Reputation: 2640
If I have a list of strings, such as:
lst = ['aa bb', 'cc dd', 'cc aa']
How can I get this into a list of unique words such as this:
['aa', 'bb', 'cc', 'dd']
using a comprehension? Here's as far as I've gotten, to no avail:
wordList = [x.split() for row in lst for x in row]
Upvotes: 0
Views: 145
Reputation: 8620
In [25]: list({y for x in lst for y in x.split()})
Out[25]: ['aa', 'cc', 'dd', 'bb']
To keep it order, means remove duplicates from a list, you can refer http://www.peterbe.com/plog/uniqifiers-benchmark.
Upvotes: 1
Reputation: 437
The simplest approach I think is probably this, although not the most efficient.

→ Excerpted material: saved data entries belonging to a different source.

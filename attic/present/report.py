"""A self-contained HTML report: inputs, every variant's results, code checks, method, cautions.

Plots are inline SVG; the page loads nothing from the network. It reads result objects and the
output-contract dicts; it computes nothing.
"""

from __future__ import annotations

import datetime as _dt
from html import escape

from attic.present.contract import CAUTION

CSS = """
body{font-family:system-ui,-apple-system,'Segoe UI',sans-serif;max-width:1100px;margin:2em auto;padding:0 1em;
color:#222;line-height:1.45}
h1{font-size:1.6em}h2{border-bottom:2px solid #0072B2;padding-bottom:.2em;margin-top:1.8em}
table{border-collapse:collapse;margin:.6em 0 1.2em;font-size:.92em}
th,td{border:1px solid #ccc;padding:.3em .55em;text-align:right}th{background:#eef4fa}
td.l,th.l{text-align:left}.caution{background:#fff4e0;border-left:5px solid #E69F00;padding:.7em 1em}
.pass{color:#009E73;font-weight:bold}.fail{color:#D55E00;font-weight:bold}.na{color:#777}
pre{background:#f6f6f6;padding:.8em;overflow-x:auto;font-size:.85em}svg{max-width:100%;height:auto}
@media (max-width:700px){table{display:block;overflow-x:auto;max-width:100%}}
"""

set(' '.join(lst).split())
If you really want a list, then just wrap that in a call to list()
Upvotes: 1
Reputation: 1125058
You want to loop over the split values:
wordList = [word for row in lst for word in row.split()]
then use a set to make the whole list unique:
wordList = list({word for row in lst for word in row.split()})
or just use a set and be done with it:
wordList = {word for row in lst for word in row.split()}
Demo:
>>> lst = ['aa bb', 'cc dd', 'cc aa']
>>> list({word for row in lst for word in row.split()})
['aa', 'cc', 'dd', 'bb']
>>> {word for row in lst for word in row.split()}
set(['aa', 'cc', 'dd', 'bb'])
If order matters (the above code returns words in arbitrary order, the sorted order is a coincidence by virtue of the implementation details of CPython), use a separate set to track duplicate values:
seen = set()
wordList = [word for row in lst for word in row.split() if word not in seen and not seen.add(word)]
To illustrate the difference, a better input sample:
>>> lst = ['the quick brown fox', 'brown speckled hen', 'the hen and the fox']
>>> seen = set()
>>> [word for row in lst for word in row.split() if word not in seen and not seen.add(word)]
['the', 'quick', 'brown', 'fox', 'speckled', 'hen', 'and']
>>> {word for row in lst for word in row.split()}
set(['and', 'brown', 'fox', 'speckled', 'quick', 'the', 'hen'])
Upvotes: 2
Reputation: 60024
For keeping order, you can do something like:
>>> from collections import OrderedDict
>>> lst = ['aa bb', 'cc dd', 'cc aa']
>>> new = []
>>> for i in lst:
... new.extend(i.split())
...
>>> list(OrderedDict.fromkeys(new))
['aa', 'bb', 'cc', 'dd']
Note that using a set()
is most likely faster, as Martijn has pointed out.
Upvotes: 1